- Film poster
- Directed by: Suresh P Kumar
- Written by: Suresh P Kumar
- Starring: Sethu; Prince; Disha Pandey; Richa Panai;
- Cinematography: Venkatahanuma
- Edited by: M. R. Varmaa
- Music by: Manikanth Kadri
- Production company: Full House Entertainment
- Release date: 24 January 2014;
- Country: India
- Language: Telugu

= Manasunu Maaya Seyake =

Manasunu Maaya Seyake is a bilingual Indian film directed by Suresh P Kumar, starring Sethu, Prince, Disha Pandey and Richa Panai. The Telugu version of the film was released in January 2014, while the Tamil version, Manadhil Maayam Seidhai, remains unreleased.

== Cast ==
- Sethu as Jai
- Prince as Shiva
- Disha Pandey as Lasya
- Richa Panai as Mythili
- Manobala as Sundaram
- Vikram Singh as Rocky

== Soundtrack ==
The soundtrack of the film was composed by Manikanth Kadri, the son of the legendary saxophonist Kadri Gopalnath, who previously worked few Tamil and Telugu film. The film launch was held at Ramanaidu Studios in film nagar, Hyderabad on 27 March 2013.

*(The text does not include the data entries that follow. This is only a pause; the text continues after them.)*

"""Typed cells of convert-csv's input, a column at a time, into a Batch.

A column of plain decimals becomes floats in one numpy call (anything else,
a decimal comma included, goes cell by cell through
:func:`fieldapp.forms.parse_number`), a column of words is parsed once per
distinct word; a bad cell raises :class:`RowError` naming its line.
"""
from __future__ import annotations

import dataclasses
import math
import re

import numpy as np

from .. import forms
from ..science import InputError, convert, extracts
from ..science.coded import coded, coded_table


#: The input columns read as words (a context of a reading, shared by
#: many rows of a file); the rest are numbers.
CONTEXT_COLUMNS = ("unit", "sample", "ratio", "texture", "crop", "ece_method", "compensated",
                   "salt_type")


class RowError(InputError):
    """An input error located at a line of the file."""

    def __init__(self, message: str, field: str | None = None, line: int | None = None):
        super().__init__(message, field)
        self.line = line

    def __reduce__(self):               # from a helper process, its field and line too
        return RowError, (self.message, self.field, self.line)


#: A character that sends a number column cell by cell through
#: parse_number: the cells of a column made only of the characters that
#: parse_number passes to float() (digits, point, signs, exponent) are read
#: by one numpy call, which reads them as float() does; a cell float()
#: refuses ("1.2.3", "e") sends the column cell by cell too.
_NOT_PLAIN_RE = re.compile(r"[^0-9.+\-eE\n]")
#: Number columns of the input -> the batch's names, in the order a row's
#: cells were read before (the first bad cell of a row is the one named).
_NUMBER_COLUMNS = (("temp_c", "temp_c"), ("sp", "sp_pct"), ("tds_factor", "tds_factor"),
                   ("theta_g_pct", "theta_g_pct"), ("matric_MPa", "matric_MPa"))


def _cell_number(cell: str, line: int, field: str) -> float:
    if cell is None or cell.strip() == "":
        return math.nan
    try:
        x = forms.parse_number(cell, field)
    except InputError as e:
        raise RowError(f"line {line}: {e.message}", field, line) from None
    return math.nan if x is None else x


def _number_column(col, first_line: int, field: str, required: bool = False) -> np.ndarray:
    """A column of typed numbers -> floats (NaN where empty; with ``required``
    an empty cell is refused, in line order with the cells that are not numbers).
    A column of few distinct texts (a temperature, a factor) is parsed once
    per text; a column of plain decimals in one numpy call; the rest cell by cell."""
    sample = col[:: max(1, len(col) // 2000)]
    distinct = set(col) if len(set(sample)) * 8 <= len(sample) else ()
    if distinct and len(distinct) * 8 <= len(col):
        memo = {}
        for text in distinct:
            try:
                memo[text] = _cell_number(text, 0, field)
                if required and math.isnan(memo[text]):
                    _empty(0)
            except RowError:
                memo = None             # name the first bad line, in line order
                break
        if memo is not None:
            return np.fromiter(map(memo.__getitem__, col), dtype=float, count=len(col))
    out = _plain_numbers(col)
    if out is None:
        out = np.empty(len(col))
        for i, c in enumerate(col):
            out[i] = x = _cell_number(c, first_line + i, field)
            if required and math.isnan(x):
                _empty(first_line + i)
    elif required and np.isnan(out).any():
        _empty(first_line + int(np.flatnonzero(np.isnan(out))[0]))
    return out


def _plain_numbers(col) -> np.ndarray | None:
    """Floats of a column of plain decimals (NaN where empty), or None."""
    try:
        joined = "\n".join(col)
    except TypeError:                   # a short row's missing cells (None)
        joined = "\n".join(c or "" for c in col)
    if _NOT_PLAIN_RE.search(joined) or joined.count("\n") != len(col) - 1:
        return None                     # not plain, or a cell holding a line break of its own
    empty = not joined or joined.startswith("\n") or joined.endswith("\n") or "\n\n" in joined
    try:                                # float() reads these as numpy's cast reads them
        out = np.fromiter(map(float, (c or "nan" for c in col) if empty else col),
                          dtype=float, count=len(col))
    except ValueError:                  # "1.2.3"
        return None
    return None if np.isinf(out).any() else out


def _empty(line: int):
    raise RowError(f"line {line}: the value is empty; type the number the meter shows.",
                   "value", line)


def _word_column(col, parse, first_line: int, field: str) -> np.ndarray:
    """A column of words, each distinct text parsed once (``parse`` may raise
    InputError: the first line holding that text is named); the column keeps
    each row's code (:func:`fieldapp.science.coded.coded`)."""
    index = dict.fromkeys(col)
    values, bad = [], []
    for i, text in enumerate(index):
        index[text] = i
        try:
            values.append(parse(text))
        except InputError as e:
            line = first_line + col.index(text)
            bad.append(RowError(f"line {line}: {e.message}", field, line))
    if bad:
        raise min(bad, key=lambda e: e.line)
    return coded(values, np.fromiter(map(index.__getitem__, col), dtype=np.intp,
                                     count=len(col)))


def _strip(text) -> str:
    return (text or "").strip()


def _check_sample(kind):
    if kind not in extracts.SAMPLE_KINDS:
        raise InputError(f"unknown sample kind {kind!r}; use one of: "
                         + ", ".join(extracts.SAMPLE_KINDS), "sample")
    return kind


def _unit(units, text) -> str:
    """The unit as typed (stripped; an empty one is refused by the parser)."""
    text = _strip(text)
    units.parse_unit(text)
    return text


def _checked(check):
    """A category check that returns the text it accepted."""
    def run(text):
        text = _strip(text) or None
        if text is not None:
            check(text)
        return text
    return run


def _row_cells(columns: dict, n: int, first_line: int) -> dict:
    """The cells read row by row before (salt type, ratio, numbers, the
    compensation word): the first bad row among them is named."""
    empty = [None] * n
    got, errors = {}, []
    readers = [("salt_type", lambda c: _word_column(c, lambda t: forms.parse_salt_type(
                    _strip(t)), first_line, "salt_type")),
               ("ratio_n", lambda c: _word_column(c, lambda t: forms.parse_ratio(_strip(t))
                                                  if _strip(t) else math.nan,
                                                  first_line, "ratio").astype(float))]
    readers += [(name, lambda c, f=field: _number_column(c, first_line, f))
                for field, name in _NUMBER_COLUMNS]
    readers.append(("compensated", lambda c: _word_column(c, forms.parse_bool, first_line,
                                                          "compensated").astype(bool)))
    source = {"salt_type": "salt_type", "ratio_n": "ratio", "compensated": "compensated",
              **{name: field for field, name in _NUMBER_COLUMNS}}
    for name, read in readers:
        try:
            got[name] = read(columns.get(source[name], empty))
        except RowError as e:
            errors.append(e)
    if errors:
        raise min(errors, key=lambda e: e.line)
    return got


def _first_bad(mask, first_line: int, message: str, field: str) -> None:
    if mask.any():
        line = first_line + int(np.flatnonzero(mask)[0])
        raise RowError(f"line {line}: {message}", field, line)


def columns_to_batch(columns: dict, n: int, first_line: int) -> convert.Batch:
    """Columns of typed cells (lists by input column name, each of n cells)
    -> a Batch, or RowError naming the line of the first bad cell."""
    from ..science import tolerance, units
    empty = [None] * n
    value = _number_column(columns["value"], first_line, "value", required=True)
    nums = _row_cells(columns, n, first_line)
    unit = _word_column(columns["unit"], lambda t: _unit(units, t), first_line, "unit")
    sample = _word_column(columns.get("sample", empty),
                          lambda t: _check_sample(_strip(t).lower() or "paste"),
                          first_line, "sample")
    texture = _word_column(columns.get("texture", empty), _checked(extracts.sp_for_texture),
                           first_line, "texture")
    crop = _word_column(columns.get("crop", empty), _checked(tolerance.find_crop),
                        first_line, "crop")
    method = _word_column(columns.get("ece_method", empty), lambda t: _strip(t) or None,
                          first_line, "ece_method")
    t = nums["temp_c"]
    _first_bad((t < -5) | (t > 60), first_line, "temperature must be between −5 and 60 °C.",
               "temp_c")
    _first_bad(value < 0, first_line, "EC cannot be negative.", "value")
    return convert.make_batch(value=value, unit=unit, sample=sample, ratio_n=nums["ratio_n"],
                              temp_c=t, compensated=nums["compensated"],
                              sp_pct=nums["sp_pct"], texture=texture,
                              tds_factor=nums["tds_factor"], theta_g_pct=nums["theta_g_pct"],
                              matric_MPa=nums["matric_MPa"], ece_method=method, crop=crop,
                              salt_type=nums["salt_type"])



def columns_to_batch_in_contexts(numbers: dict, contexts: dict, codes: np.ndarray | None,
                                 n: int, first_line: int):
    """A Batch of n readings whose words repeat: ``numbers`` (the number
    columns, value among them, every row's cell), ``contexts`` (the word
    columns, :data:`CONTEXT_COLUMNS`, one cell per distinct context) and
    ``codes`` (each row's context; None: one context, or none). Each context
    is read once; its parsed cells go to every row with their codes
    (:func:`fieldapp.science.coded.coded_table`), so the conversion finds
    its groups from integers. A refused cell raises with a line that need
    not be its own: the caller then reads the chunk the usual way."""
    k = len(next(iter(contexts.values()))) if contexts else 1
    codes = np.zeros(n, dtype=np.intp) if codes is None else codes
    ctx = columns_to_batch({**contexts, "value": ["0"] * k}, k, first_line)
    value = _number_column(numbers["value"], first_line, "value", required=True)
    _first_bad(value < 0, first_line, "EC cannot be negative.", "value")
    full = {name: _number_column(numbers[field], first_line, field)
            for field, name in _NUMBER_COLUMNS if field in numbers}
    if "temp_c" in full:
        t = full["temp_c"]
        _first_bad((t < -5) | (t > 60), first_line, "temperature must be between −5 and 60 °C.",
                   "temp_c")
    fields = {f.name: getattr(ctx, f.name) for f in dataclasses.fields(ctx)
              if f.name not in ("value", "context")}
    fields = {name: full[name] if name in full else None if col is None
              else coded_table(col, codes) for name, col in fields.items()}
    return convert.make_batch(value=value, **fields)
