package reprise.output;

import java.nio.file.Path;
import java.time.Duration;
import java.time.Instant;
import java.util.ArrayList;
import java.util.EnumMap;
import java.util.LinkedHashMap;
import java.util.List;
import java.util.Locale;
import java.util.Map;
import java.util.stream.Collectors;
import reprise.experiment.CaseResult;
import reprise.experiment.Comparisons;
import reprise.experiment.Experiment;
import reprise.experiment.ResultRow;
import reprise.experiment.Runner;
import reprise.experiment.Verdict;
import reprise.game.Horizon;
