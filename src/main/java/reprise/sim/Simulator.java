package reprise.sim;

import java.util.ArrayList;
import java.util.List;
import java.util.Locale;
import java.util.concurrent.ExecutionException;
import java.util.concurrent.ExecutorService;
import java.util.concurrent.Executors;
import java.util.concurrent.Future;
import java.util.concurrent.atomic.AtomicLong;
import org.apache.commons.rng.UniformRandomProvider;
import reprise.game.Horizon;
import reprise.game.Match;
import reprise.game.MemoryStrategy;
import reprise.game.Strategy;
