/**
 * Start-up cost (issue 13, item 1): the figure code (d3 on a jsdom document) is loaded only when
 * figures are drawn. Checked two ways: the static import graph of the CLI entry and of the batch
 * worker reaches neither package (only `import()` inside the --out / --reports paths does), and a
 * real process that runs `analyze --json` has not loaded jsdom while one that runs `--out` has.
 * The timings themselves are in bench/startup-bench.mjs (docs/benchmarks.md), not here.
 */
import { describe, expect, it } from 'vitest';
import { readFileSync, existsSync, mkdtempSync } from 'node:fs';
import { spawnSync } from 'node:child_process';
import { tmpdir } from 'node:os';
import { dirname, join, resolve } from 'node:path';

const ROOT = join(__dirname, '..', '..');

/** Packages reached from `entry` through static (non-type) imports and re-exports of src/*.ts. */
function staticPackages(entry: string): Map<string, string> {
  const packages = new Map<string, string>();
  const seen = new Set<string>();
  const queue = [resolve(ROOT, entry)];
  while (queue.length > 0) {
    const file = queue.shift()!;
    if (seen.has(file)) continue;
    seen.add(file);
    const source = readFileSync(file, 'utf8');
    for (const m of source.matchAll(/^\s*(import|export)\s+(type\s+)?[^;]*?from\s+'([^']+)'/gms)) {
      if (m[2]) continue;
      const spec = m[3];
      if (spec.startsWith('.')) queue.push(resolve(dirname(file), spec.replace(/\.js$/, '.ts')));
      else if (!spec.startsWith('node:') && !packages.has(spec)) packages.set(spec, file);
    }
  }
  return packages;
}

describe('the figure code is loaded only when figures are drawn', () => {
  for (const entry of ['src/cli/main.ts', 'src/batch/worker.ts', 'src/batch/index.ts']) {
    it(`${entry} does not import d3 or jsdom at start-up`, () => {
      const packages = staticPackages(entry);
      expect(packages.size).toBeGreaterThan(0); // the walk found the imports (commander, @stdlib ...)
      expect(packages.get('jsdom')).toBeUndefined();
      expect(packages.get('d3')).toBeUndefined();
    });
  }
  it('src/cli/main.ts loads only commander at start-up: the analysis and its statistics library come with the command that needs them', () => {
    expect([...staticPackages('src/cli/main.ts').keys()]).toEqual(['commander']);
  });
  it('the walk does find d3 and jsdom from the figure code (the check can fail)', () => {
    const packages = staticPackages('src/report/write-results.ts');
    expect(packages.has('d3')).toBe(true);
    expect(packages.has('jsdom')).toBe(true);
  });

  const BIN = join(ROOT, 'dist', 'cli', 'main.js');
  const loadedJsdom = (args: string[]) => {
    // jsdom is a CommonJS package: once loaded it sits in require.cache
    const script = `import { createRequire } from 'node:module';
      const { runCli } = await import(${JSON.stringify(join(ROOT, 'dist', 'cli', 'run-cli.js'))});
      const quiet = { out: () => {}, err: (s) => process.stderr.write(s), errIsTTY: false, cwd: ${JSON.stringify(ROOT)} };
      const code = await runCli(${JSON.stringify(args)}, quiet);
      const cache = Object.keys(createRequire(import.meta.url).cache);
      console.log(JSON.stringify({ code, jsdom: cache.some((k) => k.includes('/node_modules/jsdom/')) }));`;
    const r = spawnSync(process.execPath, ['--input-type=module', '-e', script], { cwd: ROOT, encoding: 'utf8' });
    expect(r.stderr).toBe('');
    return JSON.parse(r.stdout.trim().split('\n').at(-1)!) as { code: number; jsdom: boolean };
  };
  it('a process running analyze --json never loads jsdom; one running --out does', () => {
    expect(existsSync(BIN), 'run "npm run build" first').toBe(true);
    const demo = join(ROOT, 'data', 'demo', 'hlx-amidase-kt0417.csv');
    expect(loadedJsdom(['analyze', demo, '--json'])).toEqual({ code: 0, jsdom: false });
    expect(loadedJsdom(['--help'])).toEqual({ code: 0, jsdom: false });
    const out = mkdtempSync(join(tmpdir(), 'mechanist-startup-'));
    expect(loadedJsdom(['analyze', demo, '--out', out])).toEqual({ code: 0, jsdom: true });
  }, 60_000);
});
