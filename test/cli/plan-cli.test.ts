/** `mechanist plan` on the command line: JSON contract, files, usage errors with exit code 2. */
import { describe, expect, it } from 'vitest';
import { mkdtempSync, readFileSync, existsSync, writeFileSync } from 'node:fs';
import { tmpdir } from 'node:os';
import { join } from 'node:path';
import { runCaptured } from '../helpers/cli-capture.js';

const run = runCaptured;

const BASE = ['plan', '--km', '10uM..40uM', '--ki', '50nM..500nM', '--max-substrate', '400uM', '--max-inhibitor', '5uM', '--wells', '48', '--mechanisms', 'competitive,mixed'];

describe('mechanist plan', () => {
  it('--out that is a file, or a folder of other files, is refused before any planning (exit 2); a rerun replaces the plan whole', async () => {
    const dir = mkdtempSync(join(tmpdir(), 'plan-out-'));
    const file = join(dir, 'a-file');
    writeFileSync(file, 'x');
    const asFile = await run([...BASE, '--simulations', '5', '--out', file]);
    expect(asFile.code).toBe(2);
    expect(asFile.err).toMatch(/is an existing file, not a folder/);
    const foreign = join(dir, 'data');
    // a missing parent folder is refused, and nothing is created
    expect((await run([...BASE, '--no-simulate', '--out', join(dir, 'data', 'nested')])).code).toBe(2);
    writeFileSync(join(dir, 'notes.txt'), 'mine');
    const intoData = await run([...BASE, '--no-simulate', '--out', dir]);
    expect(intoData.code).toBe(2);
    expect(intoData.err).toMatch(/holds files that are not part of a report \(a-file, notes\.txt/);
    expect(existsSync(foreign)).toBe(false);
    const plan = join(dir, 'plan');
    expect((await run([...BASE, '--no-simulate', '--out', plan])).code).toBe(0);
    expect((await run([...BASE, '--no-simulate', '--out', plan])).code).toBe(0);
    expect(existsSync(join(plan, 'plan.html'))).toBe(true);
  });
  it('--json --no-simulate: one document, units from the options, the recommended wells add up to the budget', async () => {
    const r = await run([...BASE, '--no-simulate', '--json']);
    expect(r.code).toBe(0);
    expect(r.err).toBe('');
    const doc = JSON.parse(r.out);
    expect(doc.recommended.units).toEqual({ substrate: 'uM', inhibitor: 'nM' });
    expect(doc.recommended.wells.reduce((s: number, w: { replicates: number }) => s + w.replicates, 0)).toBe(48);
    expect(Math.max(...doc.recommended.wells.map((w: { inhibitor: number }) => w.inhibitor))).toBeLessThanOrEqual(5000);
    expect(doc.candidates.map((c: { name: string }) => c.name)).toEqual(expect.arrayContaining(['recommended', 'common-grid', 'single-inhibitor']));
    expect(doc.settings.simulations).toBe(0);
  });
  it('--out writes plan.json, summary.txt and the plate map; --plate-map writes the CSV alone', async () => {
    const dir = mkdtempSync(join(tmpdir(), 'mechanist-plan-'));
    const r = await run([...BASE, '--simulations', '2', '--out', join(dir, 'out'), '--plate-map', join(dir, 'map.csv'), '--enzyme', '5nM']);
    expect(r.code).toBe(0);
    expect(r.out).toMatch(/^Plan for 48 wells/);
    expect(r.out).toMatch(/\[E\] was given but is not yet used/);
    for (const f of ['plan.json', 'summary.txt', 'plate-map.csv', 'plan.html', 'figures/plan-grid.svg', 'figures/plan-wells.svg']) expect(existsSync(join(dir, 'out', f))).toBe(true);
    const html = readFileSync(join(dir, 'out', 'plan.html'), 'utf8');
    expect(html).not.toMatch(/<script/);
    expect(html).toMatch(/id="fig-plan-grid"/);
    expect(html).toMatch(/id="fig-plan-wells"/);
    expect(html).toMatch(/The plan rests on its assumptions/);
    expect(html).toMatch(/Research use only/);
    expect(readFileSync(join(dir, 'out', 'figures', 'plan-grid.svg'), 'utf8')).toMatch(/^<svg[^>]*xmlns="http:\/\/www.w3.org\/2000\/svg"/);
    const csv = readFileSync(join(dir, 'map.csv'), 'utf8').trim().split('\n');
    expect(csv[0]).toBe('well,substrate (uM),inhibitor (nM),replicate');
    expect(csv).toHaveLength(49);
    expect(csv[1]).toMatch(/^A1,/);
    const doc = JSON.parse(readFileSync(join(dir, 'out', 'plan.json'), 'utf8'));
    expect(doc.candidates[0].predicted.mixed.simulations).toBe(2);
    expect(doc.settings.enzyme).toBe(5);
  });
  it('an IC50 with its [S] is accepted', async () => {
    const r = await run(['plan', '--km', '20uM', '--ic50', '80nM', '--at-substrate', '20uM', '--no-simulate', '--wells', '48', '--json']);
    expect(r.code).toBe(0);
    expect(JSON.parse(r.out).settings.prior.atSubstrate).toBe(20);
  });
  for (const [args, message] of [
    [['plan', '--ki', '50nM'], /--km is required/],
    [['plan', '--km', '20uM'], /give --ki/],
    [['plan', '--km', '20', '--ki', '50nM'], /option --km: "20" is not a concentration/],
    [['plan', '--km', '20uM', '--ic50', '80nM'], /--at-substrate/],
    [['plan', '--km', '20uM', '--ki', '50nM', '--noise', 'gaussian'], /option --noise/],
    [['plan', '--km', '20uM', '--ki', '50nM', '--noise', 'constant:0.5'], /--vmax/],
    [['plan', '--km', '20uM', '--ki', '50nM', '--wells', '200'], /do not fit a 96-well plate/],
    [['plan', '--km', '20uM', '--ki', '50nM', '--mechanisms', 'competitive,allosteric'], /"allosteric"/],
    [['plan', '--km', '20uM', '--ki', '50nM', '--dilution', 'serial:1'], /option --dilution/],
  ] as const)
    it(`usage error: ${args.slice(1).join(' ')}`, async () => {
      const r = await run([...args]);
      expect(r.code).toBe(2);
      expect(r.err.trim().split('\n')).toHaveLength(1);
      expect(r.err).toMatch(message);
      expect(r.out).toBe('');
    });
});

describe('mechanist plan --from', () => {
  it('a rate table: the wells to add, with the measured ones counted', async () => {
    const dir = mkdtempSync(join(tmpdir(), 'mechanist-plan-from-'));
    const sim = await run(['simulate', '--mechanism', 'mixed', '--km', '20', '--ki', '0.2', '--kiu', '1', '--substrate', '5,10,20,40', '--inhibitor', '0,0.1,0.2', '--replicates', '2', '--seed', '4', '-o', join(dir, 'plate.csv')]);
    expect(sim.code).toBe(0);
    const r = await run(['plan', '--from', join(dir, 'plate.csv'), '--error', 'proportional', '--wells', '24', '--no-simulate', '--json']);
    expect(r.code).toBe(0);
    const doc = JSON.parse(r.out);
    expect(doc.settings.measuredWells).toBe(24);
    expect(doc.recommended.wellCount).toBe(24);
    expect(doc.notes.join(' ')).toMatch(/follow-up of/);
  });
  it('without --error the table is analysed as analyze does by default (auto), and the plan says which noise it took', async () => {
    const dir = mkdtempSync(join(tmpdir(), 'mechanist-plan-auto-'));
    const sim = await run(['simulate', '--mechanism', 'competitive', '--km', '20', '--ki', '0.5', '--substrate', '4,8,16,32,64', '--inhibitor', '0,0.5,1.5', '--replicates', '3', '--noise', 'proportional', '--seed', '8', '-o', join(dir, 'plate.csv')]);
    expect(sim.code).toBe(0);
    const analysed = JSON.parse((await run(['analyze', join(dir, 'plate.csv'), '--json'])).out);
    const chosen = analysed.errorModel as string;
    expect(['constant', 'proportional']).toContain(chosen);
    const r = await run(['plan', '--from', join(dir, 'plate.csv'), '--wells', '24', '--no-simulate', '--json']);
    expect(r.code).toBe(0);
    expect(JSON.parse(r.out).notes.join(' ')).toContain(`noise ${chosen} `);
    const bad = await run(['plan', '--from', join(dir, 'plate.csv'), '--error', 'sqrt']);
    expect(bad.code).toBe(2);
    expect(bad.err).toContain('is not auto, constant or proportional');
  });

  it('when analyze would choose an error model the planner cannot simulate (sqrt), the better of constant and proportional by likelihood is taken', async () => {
    const dir = mkdtempSync(join(tmpdir(), 'mechanist-plan-sqrt-'));
    const sim = await run(['simulate', '--mechanism', 'competitive', '--km', '20', '--ki', '0.5', '--substrate', '4,8,16,32,64,128', '--inhibitor', '0,0.5,1.5', '--replicates', '4', '--noise', 'sqrt', '--seed', '1', '-o', join(dir, 'plate.csv')]);
    expect(sim.code).toBe(0);
    const analysed = JSON.parse((await run(['analyze', join(dir, 'plate.csv'), '--json'])).out);
    expect(analysed.errorModel).toBe('sqrt');
    // analyze's own scores: the best AICc under each error model
    const scores = analysed.diagnostics.errorModelChoice.scores as Array<{ errorModel: string; bestAicc: number }>;
    const plannable = scores.filter((x) => x.errorModel === 'constant' || x.errorModel === 'proportional').sort((a, b) => a.bestAicc - b.bestAicc);
    const r = await run(['plan', '--from', join(dir, 'plate.csv'), '--wells', '24', '--no-simulate', '--json']);
    expect(r.code).toBe(0);
    expect(JSON.parse(r.out).notes.join(' ')).toContain(`noise ${plannable[0].errorModel} `);
  });

  it('usage errors: --from with --km, a JSON that is not an analysis', async () => {
    const dir = mkdtempSync(join(tmpdir(), 'mechanist-plan-from-'));
    writeFileSync(join(dir, 'x.json'), '{"a": 1}');
    const a = await run(['plan', '--from', join(dir, 'x.json'), '--km', '2uM']);
    expect(a.code).toBe(2);
    expect(a.err).toMatch(/leave out --km/);
    const b = await run(['plan', '--from', join(dir, 'x.json')]);
    expect(b.code).toBe(2);
    expect(b.err).toMatch(/not the JSON of a mechanist analysis/);
    const c = await run(['plan', '--from', join(dir, 'missing.csv')]);
    expect(c.code).toBe(2);
  });
});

| No. | Title | Singer(s) | Length |
|---|---|---|---|
| 1. | "Aakasama Neeko Salam" | Santosh Venky |  |
| 2. | "Konnallu Kallalona" | Vijay Yesudas, Swetha Mohan |  |
| 3. | "Premato Nenu Ninnu" | Haricharan, Hamsika Iyer |  |
| 4. | "Puvvu Nee Vepu" | Palakkad Sriram |  |
| 5. | "Premato Nenu Ninnu" | Santosh Venky, Saptaparna Chakraborthy |  |
| 6. | "Aakasama Neeko Salam" | Santosh Venky |  |

==Reception==
The Telugu version of the film opened to mixed reviews with Y. Sunita Chowdhary from The Hindu noting "the plot is good but the director fails to narrate it interestingly", but concluding that it was a "good attempt". Raghava, a Telugu film critic at 123telugu.com, rated it as 2 out of 5 and noted "a poor first half, lack of entertainment and Tamil flavour spoil the viewing experience."